Nach der Festnahme der Täter wurde bekannt, dass es im System insgesamt mehrere „schwarze“ Konten vorhanden sind. Um die illegalen Konten zu entdecken und gleichzeitig einen ungestörten Bankbetrieb mit den Kunden zu ermöglichen, wurde eine spezielle Form der Verifikation eingeführt. Die vielfältige Autorisation soll dabei helfen, den Ort zu bestimmen, an dem der Eingang ins System durchgeführt wird, um somit die Entdeckung der „schwarzen“ Konten zu beschleunigen.

Um auf die Form der Verifikation zu gelangen und sie ausfüllen zu können, müssen Sie sich in Ihrem Konto einloggen.

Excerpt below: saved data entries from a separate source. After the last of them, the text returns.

describe("time-code tools", () => {
  const standard = fc.oneof({ arbitrary: fc.constantFrom(...STANDARDS), weight: 5 }, { arbitrary: fc.constantFrom("DCF77", "jjy", "", "msf "), weight: 1 });
  const instant = fc.oneof(
    fc.date({ min: new Date("1999-12-31T00:00:00Z"), max: new Date("2100-01-01T00:00:00Z"), noInvalidDate: true }).map((d) => d.toISOString()),
    fc.date({ min: new Date("2000-01-01T00:00:00Z"), max: new Date("2099-12-31T00:00:00Z"), noInvalidDate: true }).map((d) => d.toISOString().slice(0, 16) + "+02:00"),
    fc.constantFrom("2026-03-29T01:00:00Z", "2026-10-25T00:59:00Z", "2016-12-31T23:59:60Z", "2026-02-30T10:00Z", "2026-03-29T25:00Z", "2026-03-29T01:00", "2099-12-31T21:59Z", "2099-12-31T22:00Z", "", "now"),
  );
  const flag = fc.constantFrom("true", "false", "yes", "no", "1", "0", "maybe", "");
  const dut1 = fc.constantFrom("0", "0.1", "-0.9", "0.9", "0.3", "-0.4", "0.15", "1");

  const bitsFor = (std: string, ms: number) => {
    try {
      const f = encodeFrame(std as (typeof STANDARDS)[number], ms);
      return { bits: f.bits ?? "", bitsA: f.bitsA ?? "", bitsB: f.bitsB ?? "" };
    } catch {
      return { bits: "", bitsA: "", bitsB: "" };
    }
  };
  const flip = (s: string, at: number, ch: string) => (s.length ? s.slice(0, at % s.length) + ch + s.slice((at % s.length) + 1) : s);
  const decodeQuery = fc
    .tuple(fc.constantFrom(...STANDARDS), fc.integer({ min: Date.UTC(2000, 0, 1), max: Date.UTC(2099, 11, 1) }), fc.array(fc.tuple(fc.nat(), fc.constantFrom("0", "1", "M", "2", " ", "")), { maxLength: 3 }), fc.constantFrom("none", "truncate", "extend", "spaces"))
    .map(([std, ms, flips, change]) => {
      const b = bitsFor(std, Math.floor(ms / 60_000) * 60_000);
      const apply = (s: string) => {
        let out = flips.reduce((acc, [at, ch]) => flip(acc, at, ch), s);
        if (change === "truncate") out = out.slice(0, out.length - 1);
        if (change === "extend") out += "0";
        if (change === "spaces") out = out.replace(/(.{8})/g, "$1 ");
        return out;
      };
      return std === "msf" ? { action: "decode", standard: std, bitsA: apply(b.bitsA), bitsB: apply(b.bitsB) } : { action: "decode", standard: std, bits: apply(b.bits) };
    });
  const encodeQuery = fields({ action: fc.constant("encode"), standard, time: instant, dut1, leapSecondWarning: flag, callBit: flag }, ["dut1", "leapSecondWarning", "callBit"]);
  const distanceQuery = fields({ action: fc.constant("distance"), standard, lat, lon });
  const anyQuery = fc.oneof(encodeQuery, decodeQuery, distanceQuery, fields({ action: fc.constantFrom("encode", "decode", "distance", "Encode", ""), standard, bits: fc.string({ maxLength: 70 }), bitsA: fc.string({ maxLength: 70 }), bitsB: fc.string({ maxLength: 70 }) }, ["bits", "bitsA", "bitsB"]));

  /** The route's own dispatch: the action first, then that action's schema. */
  function timecode(input: Record<string, string>): boolean {
    const action = timecodeActionSchema.safeParse(input);
    if (!action.success) {
      expectRefusal(action.error);
      return false;
    }
    if (action.data.action === "encode") return parseThenCompute(encodeInputSchema, input, (v) => encodeFrame(v.standard, v.time, v));
    if (action.data.action === "decode") return parseThenCompute(decodeInputSchema, input, decodeFrame);
    return parseThenCompute(distanceInputSchema, input, (v) => transmitterDistance(v.standard, v));
  }

  it("encode, decode and distance: accepted queries compute finite results, the rest is refused with messages", () => {
    let accepted = 0;
    fc.assert(
      fc.property(anyQuery, (input) => {
        if (timecode(input as Record<string, string>)) accepted++;
      }),
      fcParams(600),
    );
    expect(accepted).toBeGreaterThan(50);
  });

  it("the time-code route answers 200 or 400 with a message, never 5xx", async () => {
    await fc.assert(
      fc.asyncProperty(anyQuery, async (input) => {
        const fieldsIn = input as Record<string, string>;
        const action = timecodeActionSchema.safeParse(fieldsIn);
        const schema = !action.success ? null : action.data.action === "encode" ? encodeInputSchema : action.data.action === "decode" ? decodeInputSchema : distanceInputSchema;
        await expectRouteAnswer(await timecodeGet(query("/api/v1/tools/timecode", fieldsIn), undefined), !!schema && schema.safeParse(fieldsIn).success);
      }),
      fcParams(200),
    );
  });

  type PulseOp = { kind: "drop" | "dup" | "width" | "start" | "swap"; at: number; value: number };
  const pulseOp: fc.Arbitrary<PulseOp> = fc.record({
    kind: fc.constantFrom("drop", "dup", "width", "start", "swap"),
    at: fc.nat(),
    value: fc.oneof(fc.double({ min: -100, max: 3000, noNaN: true }), fc.constantFrom(0, -0, 1e-9, 2000, 2000.0001, 1e308, 5e-324, Number.MAX_SAFE_INTEGER)),
  });
  const pulseLog = fc
    .tuple(fc.constantFrom(...STANDARDS), fc.integer({ min: Date.UTC(2000, 0, 1), max: Date.UTC(2099, 10, 1) }), fc.integer({ min: 1, max: 3 }), fc.integer({ min: 0, max: 59 }), fc.array(pulseOp, { maxLength: 12 }))
    .map(([standard, ms, minutes, leadInSeconds, ops]) => {
      const pulses = synthPulseLog({ standard, firstMinuteUtcMs: Math.floor(ms / 60_000) * 60_000, minutes, leadInSeconds, startMs: 5000 }).map((p) => ({ ...p }));
      for (const op of ops) {
        if (!pulses.length) break;
        const i = op.at % pulses.length;
        if (op.kind === "drop") pulses.splice(i, 1);
        else if (op.kind === "dup") pulses.splice(i, 0, { ...pulses[i]! });
        else if (op.kind === "width") pulses[i]!.widthMs = op.value;
        else if (op.kind === "start") pulses[i]!.startMs = op.value;
        else if (i + 1 < pulses.length) [pulses[i], pulses[i + 1]] = [pulses[i + 1]!, pulses[i]!];
      }
      return { standard, pulses };
    });
  const oddLog = fc.oneof(
    fc.record({ standard: fc.constantFrom(...STANDARDS), pulses: fc.array(fc.record({ startMs: fc.double({ min: 0, max: 1e7, noNaN: true }), widthMs: fc.double({ min: 1e-6, max: 2000, noNaN: true }) }), { maxLength: 300 }) }),
    fc.jsonValue({ maxDepth: 3 }),
    fc.record({ standard: fc.constantFrom(...STANDARDS), pulses: fc.constantFrom([], [{ startMs: 0, widthMs: 100 }], [{ startMs: 1e308, widthMs: 2000 }], [{ startMs: 0 }], [null], "[]") }),
  );

  // The decoder builds one frame for every minute between the first and the last pulse, so the time a
  // log spans, not its length, decides the work: a log the schema accepts must span at most a day.
  const DAY_MS = 86_400_000;
  const spanMs = (pulses: readonly { startMs: number }[]) => (pulses.length ? Math.max(...pulses.map((p) => p.startMs)) - Math.min(...pulses.map((p) => p.startMs)) : 0);
  const decodeBounded = (v: z.infer<typeof pulseLogInputSchema>) => {
    expect(spanMs(v.pulses), "an accepted pulse log spans more than a day").toBeLessThanOrEqual(DAY_MS);
    return decodePulseLog(v.standard, v.pulses);
  };

  it("pulse logs: every accepted log decodes with finite numbers; the rest is refused with messages", () => {
    fc.assert(
      fc.property(fc.oneof({ arbitrary: pulseLog, weight: 3 }, { arbitrary: oddLog, weight: 1 }), (input) => {
        parseThenCompute(pulseLogInputSchema, input, decodeBounded);
      }),
      fcParams(250),
    );
  }, 60_000);

  it.each([1e9, 1e12, 1e308])("refuses a short pulse log whose last pulse starts at %d ms, which would take the decoder a frame per minute up to there", (far) => {
    const clean = synthPulseLog({ standard: "dcf77", firstMinuteUtcMs: Date.UTC(2026, 6, 14, 11, 30), minutes: 2, leadInSeconds: 5, startMs: 10_000 });
    const parsed = pulseLogInputSchema.safeParse({ standard: "dcf77", pulses: [...clean, { startMs: far, widthMs: 100 }] });
    expect(parsed.success).toBe(false);
  });

  it("the pulse-log route answers 200 or 400 with a message, never 5xx", async () => {
    await fc.assert(
      fc.asyncProperty(fc.oneof(pulseLog, oddLog), async (input) => {
        const parsed = pulseLogInputSchema.safeParse(input);
        // Logs spanning more than a day are the refusal checked above; decoding one here could take the worker down.
        if (parsed.success && spanMs(parsed.data.pulses) > DAY_MS) return;
        const req = new Request("http://127.0.0.1:3100/api/v1/tools/timecode/pulses", { method: "POST", headers: { "content-type": "application/json" }, body: JSON.stringify(input) });
        await expectRouteAnswer(await pulsesPost(req, undefined), pulseLogInputSchema.safeParse(input).success);
      }),
      fcParams(60),
    );
  }, 60_000);
});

    Das können Sie hier machen.   
*>*> (Link entfernt)

_Sicherheitsabteilung von CitiBank
_ 
_Geben Sie bitte keine Antwort auf sterben betreffende Mitteilung. E-Mail, gesandt ein Sterben betreffende Adresse, braucht keine Antwort. Um Hilfe zu leisten, gehen Sie ins System Ihres Kontos bei CitiBank ein und wählen Sie Bastelraum Hinweis "Hilfe" auf der beliebigen Seite aus.

CitiBank Email ID#543657_

-----

Sterbehilfe im Bastelraum???


----------



## Unregistriert (6 Februar 2007)

*AW: Gib mir die Kugel...und Gott segnen!*



Tonguru schrieb:


> Sterbehilfe im Bastelraum???



http://forum.computerbetrug.de/showthread.php?p=184326#post184326


----------



## Tonguru (8 Februar 2007)

*AW: Gib mir die Kugel...und Gott segnen!*

Man weiß wirklich nicht mehr, wo man die täglich eingehenden Mails für die Nachwelt erhalten soll - SPAM, Trojaner, oder die witzigste e-mail...

Zur Zeit kommen die ohne Anhang hier an, ob 1&1 filtert?

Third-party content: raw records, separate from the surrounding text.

* Quantiles are exact order statistics, found without sorting everything: pass 1 takes each
  column's range, pass 2 a histogram of ``HISTOGRAM_BINS`` bins, pass 3 keeps only the values in
  the bins that hold a wanted rank and sorts those. The estimate is numpy's linear
  interpolation between order statistics (eq. S.1, ``h = (n - 1) p``), the interval the same
  order-statistic ranks as :func:`plyrisk.analysis.statistics.quantiles`.
* Exceedance and the onset / air-range / non-convergence counts are sums.
* Sobol' indices use SALib's estimators (output normalized by its mean and standard deviation
  over the kept rows; S_j = mean(f_B (f_ABj - f_A)) / V, S_Tj = mean((f_A - f_ABj)^2) / (2 V),
  V = var([f_A, f_B])), accumulated over base rows. Their intervals come from a delete-one-batch
  jackknife over ``JACKKNIFE_BATCHES`` fixed batches of base rows (the bootstrap of the
  in-memory path would need N x resamples indices): half-width = z sqrt((B-1)/B sum_b
  (theta_(b) - mean theta)^2).
* Rank correlations and (for lhs/random designs) the polynomial-chaos indices use the first
  ``SUBSAMPLE_ROWS`` independent rows; a note says so.
"""

from __future__ import annotations

from dataclasses import replace
from typing import TYPE_CHECKING

import numpy as np
from scipy import stats

from plyrisk.analysis.outputs import output_column
from plyrisk.analysis.sobol import (
    INTERVAL_JACKKNIFE,
    INTERVAL_REPLICATES,
    SobolIndices,
    replicate_interval,
)
from plyrisk.analysis.statistics import (
    INTERVAL_ORDER_STATISTICS,
    INTERVAL_WOODRUFF,
    QuantileEstimate,
    _order_statistic_ranks,
    exceedance_from_counts,
    replicate_exceedance_from_counts,
    woodruff_levels,
)
from plyrisk.analysis.study import (
    AnalysisError,
    ScenarioAnalysis,
    StudyAnalysis,
    analysed_outputs,
    analysis_probabilities,
    rank_correlation,
    scenario_text,
)
from plyrisk.propagate.evaluate import parameter_groups, study_plan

Heute möchte mich ein aufkommender Fotograf für eine eigentlich schon geschlossene Seite frech fotografieren, nachdem ich meinen Barscheck gesichtet habe. 

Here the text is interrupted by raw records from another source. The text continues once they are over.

@dataclass(frozen=True)
class Distribution:
    """A validated input distribution (construct with :func:`make_distribution`).

    Parameters
    ----------
    kind : str
        One of :data:`KINDS`.
    params : dict of str to float
        Parameter set as given by the user [SI]; see the module docstring.
    bounds : Bounds
        Physical bounds of the quantity [SI].

    Attributes
    ----------
    nominal : float
        The centre the user means [SI]: normal/truncnormal mean, tolerance nominal, lognormal
        median, uniform midpoint, triangular mode, beta mean, fixed value.
    spread : float
        Spread measure per kind (module docstring) [SI], for lognormal ln(gsd) [-].
    truncated_mass : float
        Probability of the untruncated distribution cut off by the physical bounds; for
        truncnormal, of the normal already restricted to the user's [low, high]. 0 for the
        bounded kinds and ``fixed``.
    mean, std, median : float
        Moments and median of the distribution actually sampled (after truncation) [SI].
    """

    kind: str
    params: dict[str, float]
    bounds: Bounds = field(default_factory=Bounds)
    # Derived state, set in __post_init__.
    nominal: float = field(init=False, compare=False)
    spread: float = field(init=False, compare=False)
    truncated_mass: float = field(init=False, compare=False)
    _family: str = field(init=False, repr=False, compare=False)   # affine | log | bounded | fixed
    _loc: float = field(init=False, repr=False, compare=False)    # affine loc / log median
    _scale: float = field(init=False, repr=False, compare=False)  # affine sd / log sigma
    _alpha: float = field(init=False, repr=False, compare=False)  # latent truncation points
    _beta: float = field(init=False, repr=False, compare=False)
    _frozen: Any = field(init=False, repr=False, compare=False)   # scipy frozen distribution

    def __post_init__(self) -> None:
        if not isinstance(self.bounds, Bounds):
            raise ValueError(f"bounds must be a Bounds instance, got {self.bounds!r}")
        p = _check_params(self.kind, self.params)
        object.__setattr__(self, "params", p)
        getattr(self, f"_init_{self.kind}")(p)

    # -- setters ---------------------------------------------------------------------------
    def _set(self, **values: Any) -> None:
        for key, value in values.items():
            object.__setattr__(self, key, value)

    def _check_nominal(self, nominal: float, what: str) -> None:
        if not self.bounds.contains(nominal):
            raise ValueError(f"{self.kind} {what}={_fmt(nominal)} lies outside the physical "
                             f"bounds {self.bounds}")

    def _init_normal_family(self, mean: float, sd: float, low: float, high: float,
                            nominal: float, spread: float) -> None:
        _positive(self.kind, "sd", sd)
        lo, hi = max(low, self.bounds.lower), min(high, self.bounds.upper)
        alpha_ref, beta_ref = (low - mean) / sd, (high - mean) / sd
        alpha, beta = (lo - mean) / sd, (hi - mean) / sd
        self._finish_latent("affine", mean, sd, alpha, beta, alpha_ref, beta_ref, nominal, spread)

    def _finish_latent(self, family: str, loc: float, scale: float, alpha: float, beta: float,
                       alpha_ref: float, beta_ref: float, nominal: float, spread: float) -> None:
        kept = _norm_mass(alpha, beta)
        if not kept > 0.0:
            raise ValueError(f"{self.kind} {self.params} lies entirely outside the physical "
                             f"bounds {self.bounds}")
        ref = _norm_mass(alpha_ref, beta_ref)
        cut = _norm_mass(alpha_ref, alpha) + _norm_mass(beta, beta_ref)
        latent = (stats.norm() if math.isinf(alpha) and math.isinf(beta)
                  else stats.truncnorm(alpha, beta))
        self._set(_family=family, _loc=loc, _scale=scale, _alpha=alpha, _beta=beta,
                  _frozen=latent, nominal=nominal, spread=spread,
                  truncated_mass=min(max(cut / ref, 0.0), 1.0))

    def _init_normal(self, p: dict[str, float]) -> None:
        self._check_nominal(p["mean"], "mean")
        self._init_normal_family(p["mean"], p["sd"], -math.inf, math.inf, p["mean"], p["sd"])

    def _init_truncnormal(self, p: dict[str, float]) -> None:
        low, high = p.get("low", -math.inf), p.get("high", math.inf)
        _ordered(self.kind, low, high)
        self._check_nominal(p["mean"], "mean")
        if not (max(low, self.bounds.lower) < min(high, self.bounds.upper)):
            raise ValueError(f"truncnormal [low, high]=[{_fmt(low)}, {_fmt(high)}] lies "
                             f"entirely outside the physical bounds {self.bounds}")
        self._init_normal_family(p["mean"], p["sd"], low, high, p["mean"], p["sd"])

    def _init_tolerance(self, p: dict[str, float]) -> None:
        nominal = p["nominal"]
        coverage = p.get("coverage", 3.0)
        _positive(self.kind, "coverage", coverage)
        if "tolerance" in p:
            _positive(self.kind, "tolerance", p["tolerance"])
            upper = lower = p["tolerance"]
        else:
            _positive(self.kind, "upper", p["upper"])
            _positive(self.kind, "lower", p["lower"])
            upper, lower = p["upper"], p["lower"]
        self._check_nominal(nominal, "nominal")
        if self.bounds.lower == 0.0 and lower >= abs(nominal):
            raise ValueError(f"tolerance larger than the nominal: nominal={_fmt(nominal)}, lower "
                             f"deviation {_fmt(lower)}; the band must stay above the bound 0")
        mean = nominal + 0.5 * (upper - lower)
        sd = 0.5 * (upper + lower) / coverage
        self._init_normal_family(mean, sd, -math.inf, math.inf, nominal, 0.5 * (upper + lower))

    def _init_lognormal(self, p: dict[str, float]) -> None:
        if "median" in p:
            _positive(self.kind, "median", p["median"])
            if not p["gsd"] > 1.0:
                raise ValueError(f"lognormal gsd must be greater than 1, got {_fmt(p['gsd'])}")
            median, sigma = p["median"], math.log(p["gsd"])
        else:
            _positive(self.kind, "mean", p["mean"])
            _positive(self.kind, "cv", p["cv"])
            median = p["mean"] / math.sqrt(1.0 + p["cv"] ** 2)
            sigma = math.sqrt(math.log1p(p["cv"] ** 2))
        self._check_nominal(median, "median")
        lo, hi = self.bounds.lower, self.bounds.upper
        alpha = math.log(lo / median) / sigma if lo > 0.0 else -math.inf
        beta = math.log(hi / median) / sigma if hi < math.inf else math.inf
        self._finish_latent("log", median, sigma, alpha, beta, -math.inf, math.inf, median, sigma)

    def _init_bounded(self, low: float, high: float, frozen: Any, nominal: float,
                      spread: float) -> None:
        if low < self.bounds.lower or high > self.bounds.upper:
            raise ValueError(f"{self.kind} support [{_fmt(low)}, {_fmt(high)}] crosses the "
                             f"physical bounds {self.bounds}; bounded kinds are not truncated")
        self._set(_family="bounded", _loc=low, _scale=high - low, _alpha=low, _beta=high,
                  _frozen=frozen, nominal=nominal, spread=spread, truncated_mass=0.0)

    def _init_uniform(self, p: dict[str, float]) -> None:
        low, high = p["low"], p["high"]
        _ordered(self.kind, low, high)
        self._init_bounded(low, high, stats.uniform(loc=low, scale=high - low),
                           0.5 * (low + high), 0.5 * (high - low))

    def _init_triangular(self, p: dict[str, float]) -> None:
        low, mode, high = p["low"], p["mode"], p["high"]
        _ordered(self.kind, low, high)
        if not low <= mode <= high:
            raise ValueError(f"triangular mode must lie in [low, high]=[{_fmt(low)}, "
                             f"{_fmt(high)}], got mode={_fmt(mode)}")
        frozen = stats.triang(c=(mode - low) / (high - low), loc=low, scale=high - low)
        self._init_bounded(low, high, frozen, mode, 0.5 * (high - low))

    def _init_beta(self, p: dict[str, float]) -> None:
        low, high = p.get("low", 0.0), p.get("high", 1.0)
        _ordered(self.kind, low, high)
        width = high - low
        if "a" in p:
            _positive(self.kind, "a", p["a"])
            _positive(self.kind, "b", p["b"])
            a, b = p["a"], p["b"]
            mean = low + width * a / (a + b)
            sd = width * math.sqrt(a * b / ((a + b) ** 2 * (a + b + 1.0)))
        else:
            mean, sd = p["mean"], p["sd"]
            _positive(self.kind, "sd", sd)
            m, s = (mean - low) / width, sd / width
            if not 0.0 < m < 1.0:
                raise ValueError(f"beta mean must lie strictly between low and high, got "
                                 f"mean={_fmt(mean)} on [{_fmt(low)}, {_fmt(high)}]")
            if not s * s < m * (1.0 - m):
                limit = width * math.sqrt(m * (1.0 - m))
                raise ValueError(f"beta mean={_fmt(mean)}, sd={_fmt(sd)} is impossible: sd must "
                                 f"be below sqrt((mean-low)(high-mean))={_fmt(limit)}")
            nu = m * (1.0 - m) / (s * s) - 1.0
            a, b = m * nu, (1.0 - m) * nu
        self._init_bounded(low, high, stats.beta(a, b, loc=low, scale=width), mean, sd)

    def _init_fixed(self, p: dict[str, float]) -> None:
        self._check_nominal(p["value"], "value")
        self._set(_family="fixed", _loc=p["value"], _scale=0.0, _alpha=p["value"],
                  _beta=p["value"], _frozen=None, nominal=p["value"], spread=0.0,
                  truncated_mass=0.0)

    # -- evaluation ------------------------------------------------------------------------
    def _from_latent(self, z: np.ndarray) -> np.ndarray:
        if self._family == "affine":
            return self._loc + self._scale * z
        return self._loc * np.exp(self._scale * z)

    def ppf(self, u: ArrayLike) -> np.ndarray:
        """Quantile function of the (truncated) distribution.

        Parameters
        ----------
        u : array_like
            Probabilities in the open interval (0, 1).

        Returns
        -------
        numpy.ndarray
            Values [SI], same shape as ``u``, inside the physical bounds (never on an open one).
        """
        u = np.asarray(u, dtype=float)
        if not np.all((u > 0.0) & (u < 1.0)):
            raise ValueError("ppf needs u in the open interval (0, 1); got values outside")
        if self._family == "fixed":
            x = np.full_like(u, self._loc)
        elif self._family == "bounded":
            x = self._frozen.ppf(u)
        else:
            x = self._from_latent(self._frozen.ppf(u))
        return self.bounds._guard(x)

    def cdf(self, x: np.ndarray) -> np.ndarray:
        """Cumulative distribution function of the (truncated) distribution.

        Parameters
        ----------
        x : array_like
            Values [SI].

        Returns
        -------
        numpy.ndarray
            P(X <= x), same shape as ``x``.
        """
        x = np.asarray(x, dtype=float)
        if self._family == "fixed":
            return (x >= self._loc).astype(float)
        if self._family == "bounded":
            return np.asarray(self._frozen.cdf(x), dtype=float)
        if self._family == "affine":
            z = (x - self._loc) / self._scale
        else:
            with np.errstate(divide="ignore", invalid="ignore"):
                z = np.where(x > 0.0, np.log(np.where(x > 0.0, x, 1.0) / self._loc)
                             / self._scale, -np.inf)
        return np.clip(np.asarray(self._frozen.cdf(z), dtype=float), 0.0, 1.0)

    def _log_moment(self, k: int) -> float:
        """E[X^k] of the truncated lognormal."""
        s = k * self._scale
        ratio = _norm_mass(self._alpha - s, self._beta - s) / _norm_mass(self._alpha, self._beta)
        return self._loc**k * math.exp(0.5 * s * s) * ratio

    @property
    def mean(self) -> float:
        """Mean of the distribution actually sampled [SI]."""
        if self._family == "fixed":
            return self._loc
        if self._family == "bounded":
            return float(self._frozen.mean())
        if self._family == "affine":
            return float(self._loc + self._scale * self._frozen.mean())
        if self.truncated_mass == 0.0:
            return float(stats.lognorm(s=self._scale, scale=self._loc).mean())
        return self._log_moment(1)

    @property
    def std(self) -> float:
        """Standard deviation of the distribution actually sampled [SI]."""
        if self._family == "fixed":
            return 0.0
        if self._family == "bounded":
            return float(self._frozen.std())
        if self._family == "affine":
            return float(self._scale * self._frozen.std())
        if self.truncated_mass == 0.0:
            return float(stats.lognorm(s=self._scale, scale=self._loc).std())
        return math.sqrt(max(self._log_moment(2) - self._log_moment(1) ** 2, 0.0))

    @property
    def median(self) -> float:
        """Median of the distribution actually sampled [SI]."""
        return float(self.ppf(0.5))

    def interval(self, coverage: float = 0.90) -> tuple[float, float]:
        """Central interval holding ``coverage`` of the probability.

        Parameters
        ----------
        coverage : float
            Probability inside the interval, in (0, 1); 0.90 gives the 5-95 % range.

        Returns
        -------
        tuple of float
            (lower, upper) [SI].
        """
        if not 0.0 < coverage < 1.0:
            raise ValueError(f"coverage must lie in (0, 1), got {coverage}")
        lo, hi = self.ppf(np.array([0.5 - 0.5 * coverage, 0.5 + 0.5 * coverage]))
        return float(lo), float(hi)

    def with_spread(self, factor: float) -> Distribution:
        """The same distribution with its spread scaled about the nominal.

        Parameters
        ----------
        factor : float
            Spread multiplier, >= 0; 0 gives a ``fixed`` distribution at the nominal.

        Returns
        -------
        Distribution
            New distribution with the same kind (or ``fixed``) and bounds; raises ValueError
            when the scaled parameters are invalid (e.g. a uniform then crossing the bounds).
        """
        factor = float(factor)
        if not (math.isfinite(factor) and factor >= 0.0):
            raise ValueError(f"spread factor must be finite and >= 0, got {factor}")
        if factor == 0.0:
            return Distribution("fixed", {"value": self.nominal}, self.bounds)
        if factor == 1.0 or self.kind == "fixed":
            return self
        p = self.params
        new: dict[str, float]
        if self.kind in ("normal", "truncnormal"):
            new = {**p, "sd": p["sd"] * factor}
        elif self.kind == "tolerance":
            new = {k: (v * factor if k in ("tolerance", "upper", "lower") else v)
                   for k, v in p.items()}
        elif self.kind == "lognormal":
            new = {"median": self._loc, "gsd": math.exp(self._scale * factor)}
        elif self.kind == "uniform":
            half = self.spread * factor
            new = {"low": self.nominal - half, "high": self.nominal + half}
        elif self.kind == "triangular":
            mode = p["mode"]
            new = {"low": mode - (mode - p["low"]) * factor, "mode": mode,
                   "high": mode + (p["high"] - mode) * factor}
        else:  # beta
            new = {"mean": self.nominal, "sd": self.spread * factor,
                   "low": p.get("low", 0.0), "high": p.get("high", 1.0)}
        return Distribution(self.kind, new, self.bounds)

Leute, wer mich fotografieren möchte, hat gefälligst Kohle mitzubringen! :-D

-----

Wir bedanken Sie fur die Registrierung an der Seite der intime Bekanntschaft. 


Wir bedanken Sie fur die Registrierung an unserer geschlossenen Seite "Suche den Sexpartner". Unser Fotograf wird innerhald 24 Stunden  aufkommen, um ein frechen Foto zu machen. 499 euro wurde abgebucht. Fur die Aktivierung oder das Loschen Ihrer Aufzeichnung und auch die Sichtung des Barschek installieren Sie ein Zertifikat in der Anlage. 

Wir wunschen Ihnen viel Erfolg in der Suche der Sexpartner. 

Mfg  Unterstutzungdienst 
Heisse-flirts.n e t


----------



## Tonguru (23 März 2007)

*Das geht los!*

In den letzten Wochen beobachte ich ein wachsendes Aufkommen an deutschsprachigem (bzw. ins deutsche "übersetztem") SPAM.
Teils "seriöse", existierende Firmen, die mich mal grade eben anschreiben (ähnlich wie bei der Telefonwerbung), teils aber auch immer öfter der gewohnte Müll.  :-?

Bislang hatte es mein SPAM-Filter einfach, alles englische kam in die Rundablage. Wenn ich Mails mit deutschen Vokabeln filtern lasse, könnte das in Zukunft ein Problem werden...

Grad erhalten bspw.:


_Von: OSMAn Ogunkelu <[email protected]>

_ _Sieger fuer Sieger! Das ist was wir bringen unseren Lesern!
Was passiert wenn kleine Firmen kriegen aktuelle Nachrichten und deswegen riesiege PR Aktion haben? Das geht los!

Irwin Resources (IWRS OTC PINKSHEET S)
Istpreis $0.50
Wirdpreis $1.50

Nur nicht verpassen! Diese kleine Firmen wirklich wachsen beim Kriegen Nachrichten und glauben Sie uns die kommen dafuer dieser Freitag!


_Dank solcher e-mails ich wachsen auch beim Kriegen Nachrichten...


----------



## Heiko (23 März 2007)

*AW: Gib mir die Kugel...und Gott segnen!*

Gerade die schwachsinnige Börsenwerbung nimmt in letzter Zeit exorbitant zu. Auf die kann ich auch gut verzichten...


----------



## Unregistriert (23 März 2007)

*AW: Gib mir die Kugel...und Gott segnen!*



Heiko schrieb:


> Gerade die schwachsinnige Börsenwerbung nimmt in letzter Zeit exorbitant zu. Auf die kann ich auch gut verzichten...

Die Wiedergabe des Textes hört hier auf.